CacheValue<K, V> new_cv(key, value, new_freq_count);
iterator new_it = freq[new_freq_count].insert(freq[new_freq_count].end(), new_cv);
cache[key] = new_it;
}
};

int main() {
LFU<std::string, uint64_t> freq_cache(3);

freq_cache.set("foo", 11);
freq_cache.set("bar", 22);
freq_cache.set("baz", 33);

freq_cache.get("foo");
std::optional<uint64_t> foo = freq_cache.get("foo");
foo = freq_cache.get("foo");

assert(foo);

std::optional<uint64_t> bar = freq_cache.get("bar");

assert(bar);

freq_cache.set("qux", 44);

std::optional<uint64_t> baz = freq_cache.get("baz");

assert(baz.has_value() == false);

return 0;
}

While there are still improvements to explore I learned a lot about std::list, iterator, tricks with constructors to guide us towards better code, and was able to refresh my understanding of C++ references and qualifiers.
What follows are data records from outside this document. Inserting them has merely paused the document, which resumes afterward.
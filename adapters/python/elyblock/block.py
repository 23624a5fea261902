"""``Block``: one electrolyzer block of the C interface, addressed by variable names."""
import ctypes
import dataclasses
import json
import math
import os
import threading
import warnings
from collections.abc import Mapping
from typing import Optional

import numpy as np

from . import _capi, _progress, errors
from ._batch import Table, assemble, failure_message, output_names, unique

lib = _capi.lib


# ---- plant descriptions ------------------------------------------------------------------------

def plant_source(plant):
    """('text', JSON text) or ('file', path) for a plant given as a dict, JSON text (str or
    bytes, starting with '{') or a path (str or os.PathLike)."""
    if isinstance(plant, Mapping):
        try:
            return "text", json.dumps(plant, allow_nan=False)
        except (TypeError, ValueError) as e:
            raise errors.ConfigError(f"plant description: {e}", errors.Status.CONFIG) from e
    if isinstance(plant, (bytes, bytearray)):
        plant = bytes(plant).decode("utf-8")
    if isinstance(plant, str) and plant.lstrip().startswith("{"):
        return "text", plant
    if isinstance(plant, (str, os.PathLike)):
        return "file", os.fspath(plant)
    raise TypeError(f"a plant is a dict, JSON text or a path, not {type(plant).__name__}")


def plant_text(plant):
    """The JSON text of a plant given as a dict, JSON text, a path, or a Block."""
    if isinstance(plant, Block):
        return plant.plant_text
    kind, source = plant_source(plant)
    if kind == "text":
        return source
    try:
        with open(source, encoding="utf-8") as f:
            return f.read()
    except OSError as e:
        raise errors.FileError(f"cannot read the plant file '{source}': {e.strerror or e}") from e


# ---- variables ---------------------------------------------------------------------------------

@dataclasses.dataclass(frozen=True)
class Variable:
    """One entry of the block's variable table (``ely_block_variable_info``). The fields after
    ``description`` come with the second version of the table's metadata; they are None when
    the library gives only the first."""

    name: str
    unit: str
    causality: str            # "input", "output" or "parameter"
    description: str
    variability: Optional[str] = None   # "fixed", "tunable", "continuous" or "discrete"
    min: Optional[float] = None
    max: Optional[float] = None
    min_exclusive: Optional[bool] = None
    start: Optional[float] = None       # inputs and parameters: the value of the plant description
    nominal: Optional[float] = None
    label: Optional[str] = None         # short display label
    display_unit: Optional[str] = None  # display value = SI value * display_scale + display_offset
    display_scale: Optional[float] = None
    display_offset: Optional[float] = None
    summary_group: Optional[str] = None
    summary_rank: Optional[int] = None
    config_key: Optional[str] = None

    @classmethod
    def from_info(cls, info):
        text = _capi.text
        fields = dict(name=text(info.name), unit=text(info.unit), causality=_capi.CAUSALITY.get(info.causality, "unknown"),
                      description=text(info.description))
        if info.has_metadata:
            fields.update(variability=_capi.VARIABILITY.get(info.variability, "unknown"), min=info.min, max=info.max,
                          min_exclusive=bool(info.flags & _capi.VARIABLE_MIN_EXCLUSIVE), start=info.start,
                          nominal=info.nominal, label=text(info.label), display_unit=text(info.display_unit),
                          display_scale=info.display_scale, display_offset=info.display_offset,
                          summary_group=text(info.summary_group), summary_rank=info.summary_rank,
                          config_key=text(info.config_key))
        return cls(**fields)


# ---- the block ---------------------------------------------------------------------------------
If I were to move forward with this implementation I would look into making the relationship between cache and freq explicit. I’d also look into trying to simplify those structures further to see if it would make the implementation more simple to manage and reduce the amount of data it stores.

All in all, a great exercise! Thank you for reading. All the best out there and happy hacking!